Starting to install the side panels around the outside of the cross section, here you can see the window opening system I'm using cutting the panel and inserting styrene strips to form the openings


----------



## Robert Hargrave (Dec 4, 2003)

So this will give you an idea how the finished project I hope will look the cap on top of the tower is the form to make the clear dome for the garden.








At first I didn't include this second image but the more I looked at it the more interesting it seemed, kind of like a ground level view of the station.


----------



## krlee (Oct 23, 2016)

So far this is the best interpretation I have seen of this Station yet, taking notes!


----------



## Trekkriffic (Mar 20, 2007)

Oh man! I’m gettin’ chuffed now!


----------



## Robert Hargrave (Dec 4, 2003)

Seams are all filled with putty and sanded smooth, primer has been applied then given a light sanding with fine grit paper during the sanding a seam cracked I didn't catch that at the time. First coat of white paint applied took 3/4ers of a one ounce bottle to do the top and sides. Putty is drying on the cracked seam now.


----------



## aussiemuscle308 (Dec 2, 2014)

is coming along nicely. i know nothing about this, but i like it.


----------



## Robert Hargrave (Dec 4, 2003)

aussiemuscle308 said:


> is coming along nicely. i know nothing about this, but i like it.

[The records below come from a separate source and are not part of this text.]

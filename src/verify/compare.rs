//! Comparing a predicted matrix with recorded install results, cell by cell.

use super::logs::{self, LogCause, LogFinding};
use crate::model::{ImageSet, RecordedOutcome, RecordedResult, Registry};
use crate::native::{Catalog, Confidence};
use crate::plan::matrix::{Matrix, Outcome, RecordedCheck};
use crate::solve::{Admission, Cause};
use serde::Serialize;
use std::collections::BTreeMap;

/// How one cell's records compare with its prediction.
#[derive(Debug, Clone, Copy, PartialEq, Eq, PartialOrd, Ord, Hash, Serialize)]
#[serde(rename_all = "kebab-case")]
pub enum Verdict {
    AgreedInstall,
    /// Predicted to fail, and it failed.
    AgreedFailure,
    /// Predicted at risk, and it failed, and the log shows a native need the cell was at risk
    /// for: the risk was real.
    RiskConfirmed,
    /// Predicted at risk, and it failed, but the log does not show what the cell was at risk
    /// for (no log, a cause the log does not show, or another one, a kill among them): the
    /// failure agrees with the doubt, yet confirms no native need, so it is not read as one.
    RiskUnconfirmed,
    /// Predicted to install (cleanly), but it failed.
    SurpriseFailure,
    /// Predicted to fail, but it installed: the metadata is stricter than reality.
    SurpriseInstall,
    /// Installed, but not the version predicted.
    Drift,
    /// Installed a release the snapshot says the image cannot take (its runtime requirement,
    /// or no build for the image's platform) where another was predicted to install: the
    /// metadata or the image declaration is wrong, and with it perhaps every prediction for
    /// the image, so it counts as a surprise, not as a drift.
    SurpriseVersion,
    /// Attempts disagree, or the failure looks transient (network, timeout).
    Flaky,
    /// The prediction was undecided (solver budget), so nothing can be compared.
    Undecided,
}

impl Verdict {
    pub fn as_str(self) -> &'static str {
        match self {
            Verdict::AgreedInstall => "agreed-install",
            Verdict::AgreedFailure => "agreed-failure",
            Verdict::RiskConfirmed => "risk-confirmed",
            Verdict::RiskUnconfirmed => "risk-unconfirmed",
            Verdict::SurpriseFailure => "surprise-failure",
            Verdict::SurpriseInstall => "surprise-install",
            Verdict::Drift => "drift",
            Verdict::SurpriseVersion => "surprise-version",
            Verdict::Flaky => "flaky",
            Verdict::Undecided => "undecided",
        }
    }

    pub fn is_surprise(self) -> bool {
        matches!(
            self,
            Verdict::SurpriseFailure | Verdict::SurpriseInstall | Verdict::SurpriseVersion
        )
    }
}

/// One compared cell.
#[derive(Debug, Clone, PartialEq, Serialize)]
pub struct CellReview {
    pub package: String,
    pub image: String,
    pub predicted: Outcome,
    pub predicted_cause: Option<Cause>,
    pub predicted_version: Option<String>,
    pub verdict: Verdict,
    /// Recorded outcomes of every attempt, in file order.
    pub attempts: Vec<RecordedOutcome>,
    pub installed_version: Option<String>,
    /// The classified cause of the deciding failed attempt's log: the attempt whose log shows
    /// the most specific cause, a failure of the moment (network, timeout) counting least, and
    /// the last one among equals. The fields below about "that attempt" are about it.
    pub log_cause: Option<LogCause>,
    /// The log line that shows it.
    pub evidence: Option<String>,
    pub evidence_at: Option<String>,
    /// Every cause that log shows, in log order, `log_cause` among them: a log may show several
    /// (a probe's missing header before the refusal that ended the install), and a reader
    /// deciding what to fix must see them all.
    pub findings: Vec<LogFinding>,
    /// Why that attempt's log file could not be read, naming the record's line: without it the
    /// cell's cause is unknown for want of a log, not because the log showed nothing known.
    pub log_unread: Option<String>,
    /// Whether that attempt recorded a log at all (inline or a file, read or not).
    pub log_recorded: bool,
    /// Bytes at the start of that attempt's log file that were not read (only the tail is):
    /// a cause found nowhere was looked for there only.
    #[serde(skip_serializing_if = "is_zero")]
    pub log_skipped: u64,
    /// Lines of that attempt's own `log` text before its log file's (see
    /// [`log_line_place`]), for placing `findings` lines.
    #[serde(skip)]
    pub log_inline_lines: usize,
    /// That attempt's log file as the record names it, when it was read.
    #[serde(skip_serializing_if = "Option::is_none")]
    pub log_file: Option<String>,
    /// For failures: whether the recorded cause matches the predicted cause class.
    pub cause_agrees: Option<bool>,
    pub suggestion: Option<String>,
}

Google space family Robinson space station 1 there are all kinds of images from the comic books.


----------



## Robert Hargrave (Dec 4, 2003)

Cross section is painted and staged the chairs, storage compartment doors, control panels and telescope are just sitting on the floor of the observatory. Now with the tower setting in place you can see how deceptive the comic book drawings of the station was, the tower always looked so trim, yet build to scale and wide enough to hold a 25 foot long space mobile it now looks fat and bulky.


----------



## alpink (Aug 22, 2010)

very nice, I like where this is going.
I know you are trying to replicate something from comic books and I think your rendition is great.
I am just wondering about the original designer who put two "grow" pods directly in the way of the observatory?


----------



## John P (Sep 1, 1999)

alpink said:


> very nice, I like where this is going.
> I know you are trying to replicate something from comic books and I think your rendition is great.
> I am just wondering about the original designer who put two "grow" pods directly in the way of the observatory?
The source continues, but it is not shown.